Whilst not intended to be an exhaustive summary, an overview of each Commissioner’s biography is detailed below:
- Lloydette Bai-Marrow is an anti-corruption expert and economic crime lawyer. She is the Founding Partner of Parametric Global Consulting, the Chair of the Board of Spotlight on Corruption and sits on the Legal Panel for Whistleblowers UK. She is also a trustee for the Unite Foundation, and a Member of the Conduct Committee of the Institute of Chartered Accountants in England and Wales. Lloydette is also a Co-Founder and Director of the Black Women in Leadership Network.
- Charles Counsell OBE was the Chief Executive Officer of The Pensions Regulator from April 2019 to March 2023. Before this, he was the Chief Executive Officer of the Money Advice Service and Executive Director of Automatic Enrolment at The Pensions Regulator.

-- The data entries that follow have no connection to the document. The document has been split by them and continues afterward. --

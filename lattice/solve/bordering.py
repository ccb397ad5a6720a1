"""Block elimination of the free scalars around an inverse of the field part [1]_.

With the pinned field matrix K = J + sum_p s_p e_p e_p^T, the bordered system

    J x + B z = r,   C x = g

is K x + B z - sum_p s_p e_p y_p = r, C x = g, e_p^T x - y_p = 0: one inner solve per border and pin at
every set-up, one per application.

References
----------
.. [1] W. Govaerts, "Numerical Methods for Bifurcations of Dynamical Equilibria", SIAM 2000, chapter 3
   (from memory).
"""

from __future__ import annotations

from typing import TYPE_CHECKING, Any

import numpy as np
from numpy.typing import NDArray

from lattice.system.unknowns import LOOSE

if TYPE_CHECKING:
    from lattice.solve.registry import FieldInverse
    from lattice.system.system import System

Array = NDArray[np.float64]


class Bordering:
    """A preconditioner of the bordered Jacobian made from one of its field part.

    Collective, as all its methods.

    Parameters
    ----------
    system : System
    inner : FieldInverse
    """

    def __init__(self, system: System, inner: FieldInverse) -> None:
        self.system, self.inner = system, inner
        self._work, self._solved = system.blocks.vector(), system.blocks.vector()
        self._right: list[Any] = []
        self._left: list[Any] = []
        self._schur: Array = np.zeros((0, 0))

    def update(self) -> None:
        """Set up the inner preconditioner and eliminate the borders at the system's point."""
        self.inner.update()
        self._free_columns()
        for column in self._columns():
            solved = self.system.blocks.vector()
            self.inner.apply(column, solved)
            self._right.append(solved)
        borders, pins = len(self.system.unknowns), len(self.inner.pins)
        schur = np.zeros((borders + pins, borders + pins))
        for k, solved in enumerate(self._right):
            schur[:, k] = -self._rows(solved)
        schur[borders:, borders:] -= np.eye(pins)
        for k, unknown in enumerate(self.system.unknowns):
            if unknown.condition == LOOSE:
                schur[k, k] += self.system.loose_weight
        self._schur = schur

    def _columns(self) -> list[Any]:
        """Return the field vectors of all borders and pins; those of pins are made for the call."""
        columns = list(self.system.columns)
        for row, size in self.inner.pins:
            pin = self._work.duplicate()
            pin.set(0.0)
            low, high = pin.getOwnershipRange()
            if low <= row < high:
                pin.setValue(row, -size)
            pin.assemble()
            columns.append(pin)
            self._left.append(pin)
        return columns

    def _rows(self, field: Any) -> Array:
        """Return the condition rows and the pinned entries of a field vector, on every rank."""
        pinned = np.zeros(len(self.inner.pins))
        low, high = field.getOwnershipRange()
        array = field.getArray(readonly=1)
        for k, (row, _) in enumerate(self.inner.pins):
            if low <= row < high:
                pinned[k] = array[row - low]
        total = self.system.comm.allreduce(pinned) if pinned.size else pinned
        return np.concatenate([self.system.border_rows(field), total])

    def apply(self, r: Any, y: Any) -> None:
        """Set `y` to the approximate inverse of the bordered Jacobian times `r`."""
        owned = self.system.blocks.owned_size
        border = self.system.border_of(r)
        self._work.getArray()[:] = r.getArray(readonly=1)[:owned]
        self.inner.apply(self._work, self._solved)
        known = np.concatenate([border, np.zeros(len(self.inner.pins))])
        scalars = solve_small(self._schur, known - self._rows(self._solved))
        for number, column in zip(scalars, self._right, strict=True):
            self._solved.axpy(-float(number), column)
        out = y.getArray()
        out[:owned] = self._solved.getArray(readonly=1)
        if self.system.last:
            out[owned:] = scalars[: border.size]

    def apply_transpose(self, r: Any, y: Any) -> None:
        """Set `y` to the transpose of `apply`'s operator times `r`."""
        owned, system = self.system.blocks.owned_size, self.system
        border, pins = system.border_of(r), len(self.inner.pins)
        self._work.getArray()[:] = r.getArray(readonly=1)[:owned]
        local = np.array([c.getArray(readonly=1) @ self._work.getArray(readonly=1) for c in self._right])
        products = system.comm.allreduce(local) if self._right else local
        known = np.concatenate([border, np.zeros(pins)])
        scalars = solve_small(self._schur.T, known - products)
        for unknown, number in zip(system.unknowns, scalars[: border.size], strict=True):
            system.add_row(unknown.condition, -float(number), self._work)
        low, high = self._work.getOwnershipRange()
        array = self._work.getArray()
        for (row, _), number in zip(self.inner.pins, scalars[border.size :], strict=True):
            if low <= row < high:
                array[row - low] -= number
        self.inner.apply_transpose(self._work, self._solved)
        out = y.getArray()
        out[:owned] = self._solved.getArray(readonly=1)
        if system.last:
            out[owned:] = scalars[: border.size]

    def _free_columns(self) -> None:
        for vector in (*self._right, *self._left):
            vector.destroy()
        self._right, self._left = [], []

    def destroy(self) -> None:
        """Free everything, the inner preconditioner too."""
        self._free_columns()
        self._work.destroy()
        self._solved.destroy()
        self.inner.destroy()


def solve_small(matrix: Array, right: Array) -> Array:
    """Solve a border-sized system; least squares where it is singular."""
    if not right.size:
        return right
    try:
        result: Array = np.linalg.solve(matrix, right)
    except np.linalg.LinAlgError:
        result = np.linalg.lstsq(matrix, right, rcond=None)[0]
    return result
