"""The panels a picture is made of: planes, lines, spectra, the header."""

from __future__ import annotations

import math
from collections.abc import Sequence
from dataclasses import dataclass
from typing import TYPE_CHECKING, Any

import numpy as np
import numpy.typing as npt

from lattice.show.colours import diverging
from lattice.show.planes import Plane, extent
from lattice.show.spectra import TOLERATED_ERROR, Spectrum
from lattice.show.verdict import is_solution, residual_text
from lattice.store.statemeta import COMPOSED, StateMeta

if TYPE_CHECKING:
    from matplotlib.axes import Axes
    from matplotlib.figure import Figure
    from matplotlib.image import AxesImage

Real = npt.NDArray[np.float64]

NODES_AS_DOTS = 150
"""Most nodes of a line, or modes of a spectrum, that are drawn as dots too."""
FINE_POINTS = 1000
HIGH_LAST_THIRD = 1e-4
"""Share of the last third of a spectrum above which its panel asks for more nodes (common practice)."""
LINE_COLOURS = ("#0b5cad", "#d1490c", "#2a8a57", "#7a4fb0")
GOOD, BAD, FAINT = "#1b6e3c", "#b3261e", "#666666"
SYMBOLS = {
    "period": "T",
    "length_x": "L_x",
    "length_y": "L_y",
    "drift_x": "c_x",
    "drift_y": "c_y",
    "rotation": r"\Omega",
}
SPECTRUM_LABELS = {"t": r"frequency $\omega$", "y": "wavenumber $k_y$", "x": "wavenumber $k_x$"}

STYLE: dict[str, Any] = {
    "font.family": "DejaVu Sans",
    "font.size": 9.0,
    "axes.titlesize": 9.5,
    "axes.titleweight": "normal",
    "axes.labelsize": 9.0,
    "axes.linewidth": 0.7,
    "axes.spines.top": True,
    "xtick.labelsize": 8.0,
    "ytick.labelsize": 8.0,
    "xtick.major.width": 0.7,
    "ytick.major.width": 0.7,
    "lines.linewidth": 1.3,
    "legend.fontsize": 8.0,
    "legend.frameon": False,
    "mathtext.fontset": "dejavusans",
    "svg.hashsalt": "lattice",
}


@dataclass(frozen=True)
class Limits:
    """Ends of a colour scale, symmetric about its centre.

    Parameters
    ----------
    centre : float
        0 where the field takes both signs, else its mean.
    half : float
        Distance of either end from the centre.
    """

    centre: float
    half: float

    @property
    def ends(self) -> tuple[float, float]:
        """Lowest and highest value."""
        return (self.centre - self.half, self.centre + self.half)


def symmetric_limits(values: Sequence[Real]) -> Limits:
    """Return the colour scale that shows all values.

    Examples
    --------
    >>> symmetric_limits([np.array([-1.0, 3.0])])
    Limits(centre=0.0, half=3.0)
    >>> symmetric_limits([np.array([1.0, 3.0])])
    Limits(centre=2.0, half=1.0)
    """
    low, high = min(float(v.min()) for v in values), max(float(v.max()) for v in values)
    centre = 0.0
    if low > 0.0 or high < 0.0:
        centre = sum(float(v.sum()) for v in values) / sum(v.size for v in values)
    half = max(high - centre, centre - low)
    # A constant has no scale of its own, and rounding errors are none to show.
    flat = half <= 1e-12 * abs(centre) or half == 0.0
    return Limits(centre, max(abs(centre), 1.0) if flat else half)


def field_panel(axes: Axes, plane: Plane, limits: Limits, lengths: tuple[float, float]) -> AxesImage:
    """Draw a plane over one period of both of its axes; `lengths` are those of rows and columns."""
    closed = np.pad(plane.values, ((0, 1), (0, 1)), mode="wrap")
    high, wide = lengths[0] / plane.values.shape[0], lengths[1] / plane.values.shape[1]
    image = axes.imshow(
        closed,
        origin="lower",
        aspect="auto",
        cmap=diverging(),
        vmin=limits.ends[0],
        vmax=limits.ends[1],
        extent=(-wide / 2, lengths[1] + wide / 2, -high / 2, lengths[0] + high / 2),
        interpolation="bilinear",
        interpolation_stage="data",
    )
    axes.set_xlim(0.0, lengths[1])
    axes.set_ylim(0.0, lengths[0])
    return image


def colour_bar(figure: Any, image: AxesImage, axes: Axes, component: str, limits: Limits) -> None:
    """Add the colour bar of a component, which says where its centre is unless that is 0."""
    bar = figure.colorbar(image, cax=axes.inset_axes((1.03, 0.0, 0.045, 1.0)))
    about = "" if limits.centre == 0.0 else f"\ncentred at its mean {limits.centre:.4g}"
    bar.set_label(f"{component} (dimensionless){about}")
    bar.outline.set_linewidth(0.7)


def line_panel(axes: Axes, positions: Real, values: Real, length: float, colour: str) -> None:
    """Draw a line over one period: the nodes where they can be told apart, and their interpolant."""
    fine = trigonometric(values, -(-FINE_POINTS // len(values)))
    axes.plot(np.linspace(0.0, length, len(fine)), fine, color=colour, linewidth=1.2)
    if len(values) <= NODES_AS_DOTS:
        axes.plot(positions, values, ".", color=colour, markersize=4)
    if values.min() < 0.0 < values.max():
        axes.axhline(0.0, color=FAINT, linewidth=0.5, zorder=0)
    axes.set_xlim(0.0, length)


def trigonometric(values: Real, factor: int) -> Real:
    """Return the trigonometric interpolant of periodic nodes, `factor` times finer and closed at its end.

    Examples
    --------
    >>> trigonometric(np.array([1.0, 0.0, -1.0, 0.0]), 2).round(6) + 0.0
    array([ 1.      ,  0.707107,  0.      , -0.707107, -1.      , -0.707107,
            0.      ,  0.707107,  1.      ])
    """
    nodes = len(values)
    if factor <= 1:
        return np.append(values, values[0])
    modes = np.fft.rfft(values)
    if nodes % 2 == 0:
        # The last mode of an even lattice stands for a pair, of which the finer one has both.
        modes[-1] *= 0.5
    fine = np.fft.irfft(modes, nodes * factor) * factor
    return np.append(fine, fine[0])


def axis_label(axis: str) -> str:
    """Return the label of an axis with its unit."""
    return f"{axis} (dimensionless)"


def spectrum_panel(axes: Axes, spectra: Sequence[Spectrum], order: int) -> None:
    """Draw the spectra of all components along one axis, with what the lattice resolves."""
    for spectrum, colour in zip(spectra, LINE_COLOURS * len(spectra), strict=False):
        _spectrum_line(axes, spectrum, colour)
    first = spectra[0]
    end = float(first.wavenumbers[-1])
    axes.set_xlim(0.0, end)
    _set_decades(axes, spectra)
    axes.axvspan(2.0 * end / 3.0, end, color="#000000", alpha=0.06, linewidth=0)
    axes.axvline(first.limit, color=BAD, linewidth=0.9, linestyle=(0, (4, 2)))
    axes.set_xlabel(f"{SPECTRUM_LABELS[first.axis]} (dimensionless)")
    axes.set_ylabel("mean square per mode")
    _annotate_limit(axes, first.limit, order)
    _annotate_last_third(axes, spectra)
    if len(spectra) > 1:
        axes.legend(loc="lower left", handlelength=1.2, borderaxespad=0.3)


def _spectrum_line(axes: Axes, spectrum: Spectrum, colour: str) -> None:
    shown = spectrum.energy > 0.0
    marker = "." if len(spectrum.energy) <= NODES_AS_DOTS else ""
    axes.semilogy(
        spectrum.wavenumbers[shown],
        spectrum.energy[shown],
        color=colour,
        marker=marker,
        markersize=3,
        linewidth=1.0,
        label=spectrum.component,
    )


def _set_decades(axes: Axes, spectra: Sequence[Spectrum]) -> None:
    """Show at most 36 decades, as double precision leaves nothing below, and not an empty last mode."""
    highest = max(float(s.energy.max()) for s in spectra)
    inner = np.concatenate([s.energy[:-1] if len(s.energy) > 2 else s.energy for s in spectra])
    lowest = float(inner[inner > 0.0].min()) if inner.any() else highest
    if highest > 0.0:
        axes.set_ylim(max(lowest, highest * 1e-36) / 10.0, highest * 10.0)


def _annotate_limit(axes: Axes, limit: float, order: int) -> None:
    """Name the resolution limit above the frame, where no curve passes."""
    axes.annotate(
        f"order {order}: {TOLERATED_ERROR * 100:.0f} % error",
        (limit, 1.0),
        xycoords=axes.get_xaxis_transform(),
        xytext=(0, 3),
        textcoords="offset points",
        ha="center",
        va="bottom",
        fontsize=7.5,
        color=BAD,
    )


def _annotate_last_third(axes: Axes, spectra: Sequence[Spectrum]) -> None:
    shares = [s.last_third for s in spectra if math.isfinite(s.last_third)]
    if not shares:
        return
    worst = max(shares)
    advice = "\nraise the nodes" if worst > HIGH_LAST_THIRD else ""
    axes.text(
        5.0 / 6.0,
        0.97,
        f"share of\nlast third\n{worst:.1e}{advice}",
        transform=axes.transAxes,
        ha="center",
        va="top",
        fontsize=7.5,
        color=BAD if advice else FAINT,
    )


def header(figure: Figure, meta: StateMeta, subject: str = "") -> None:
    """Write law, scalars and residual above the panels and keep that band free of them."""
    width, height = figure.get_size_inches()
    title = meta.title or meta.law
    faint, verdict = {"color": FAINT}, {"color": GOOD if is_solution(meta) else BAD, "fontweight": "bold"}
    rows: list[tuple[str, dict[str, Any]]] = [
        *(
            (line, {"fontsize": 11.5, "fontweight": "bold"})
            for line in wrapped(title.split(" "), " ", width * 9)
        ),
        *((line, {"fontweight": "bold"}) for line in ([subject] if subject else [])),
        *((line, {}) for line in wrapped(scalar_texts(meta), "    ", width * 15)),
        *((line, faint) for line in wrapped(lattice_texts(meta), ";  ", width * 14)),
        *((line, verdict) for line in wrapped(_verdict(meta).split(" "), " ", width * 12)),
    ]
    y = 0.28
    for text, look in rows:
        figure.text(
            0.12 / width, 1.0 - y / height, text, ha="left", va="baseline", **({"fontsize": 9.0} | look)
        )
        y += 0.195
    engine: Any = figure.get_layout_engine()
    engine.set(
        rect=(0.0, 0.0, 1.0, 1.0 - (y - 0.06) / height), w_pad=0.06, h_pad=0.05, wspace=0.03, hspace=0.04
    )


def _verdict(meta: StateMeta) -> str:
    composed = f"{COMPOSED}; " if meta.outcome == COMPOSED else ""
    return f"{composed}residual {residual_text(meta)}"


def wrapped(parts: Sequence[str], separator: str, letters: float) -> list[str]:
    """Join parts into as few lines of at most `letters` letters as their order allows.

    Examples
    --------
    >>> wrapped(["one", "two", "three"], ", ", 9)
    ['one, two', 'three']
    """
    lines: list[str] = []
    for part in parts:
        if lines and len(lines[-1]) + len(separator) + len(part) <= letters:
            lines[-1] += separator + part
        else:
            lines.append(part)
    return lines


def scalar_texts(meta: StateMeta) -> list[str]:
    """Return the scalars as `T = ...`, `L_x = ...`, and the parameters by name."""
    texts = []
    for name in [*SYMBOLS, *(name for name in meta.values if name not in SYMBOLS)]:
        if name not in meta.values or not _belongs(name, meta):
            continue
        value = meta.values[name]
        symbol = f"${SYMBOLS[name]}$" if name in SYMBOLS else name
        texts.append(f"{symbol} = {value:.7g}")
    return texts


def _belongs(name: str, meta: StateMeta) -> bool:
    if name == "period":
        return meta.lattice.nt > 1
    if name in ("length_y", "drift_y"):
        return meta.dimensions == 2
    return not name.startswith("source_")


def lattice_texts(meta: StateMeta) -> list[str]:
    """Return nodes, spacing and order of each axis of the lattice."""
    lattice = meta.lattice
    orders = {"t": lattice.order_t, "y": lattice.order_y, "x": lattice.order_x}
    axes = [axis for axis in meta.axes if axis != "t" or lattice.nt > 1]
    counts = dict(zip(meta.axes, meta.shape, strict=True))
    return [
        f"{axis}: {counts[axis]} nodes, spacing {extent(meta, axis) / counts[axis]:.3g}, order {orders[axis]}"
        for axis in axes
    ]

- Helen Dodds OStJ is an international lawyer, consultant and board member. She is currently a board member of the Human Tissue Authority, a director and trustee of the St John’s Eye Hospital Group, a director of LegalUK, and an Honorary Senior Fellow of the British Institute of International and Comparative Law. Previously, she was a board member of the London Court of International Arbitration.
- Sheree Howard has over 25 years’ experience of the UK financial services industry with knowledge of the process of regulation and a focus on risk management, audit and controls. She is currently the Executive Director of Risk and Compliance at the Financial Conduct Authority, and is a Fellow of the Institute and Faculty of Actuaries. She has also held senior positions in banking in areas of risk and compliance including at the Royal Bank of Scotland and Direct Line Group.
- Claudia Mortimore has over 25 years’ experience of criminal law and regulation. After accumulating 10 years of experience as a barrister, she prosecuted drugs, tax and money-laundering offences for the Revenue and Customs Prosecutions Office and fraudulent trading offences for the Department of Business. She has also held senior positions in the Enforcement Division of the Financial Reporting Council.
- Helen Phillips is an experienced executive and non-executive, with a career underpinning the public, private and not-for-profit sectors. Helen is currently appointed in a non-executive capacity as the Chair of NHS Professionals Ltd and Chair of the Chartered Insurance Institute. She is also concluding a nine-year term as Chair of Chesterfield Royal Hospital NHS Foundation Trust. Helen has also held various other positions within social work, education and environmental organisations.
- David Rossington CB is a former senior civil expert. He has worked for the Department for Culture, Media and Sport as Finance Director and acting Director General. He has also worked for other Government departments including what is now the Department for Levelling Up, Housing and Communities.
Remuneration and Governance Code
The DCMS’ website confirms that Commissioners are remunerated at £14,160 per year (£295 per day) plus expenses, and that the seven appointments were duly made in accordance with the Cabinet Office’s Governance Code on Public Appointments (“the Governance Code”). The Governance Code requires the declaration of any significant political activity undertaken by an appointee in the last five years (e.g. holding office, public speaking, making a recordable donation or candidature for election); none of the appointees declared any significant political activity.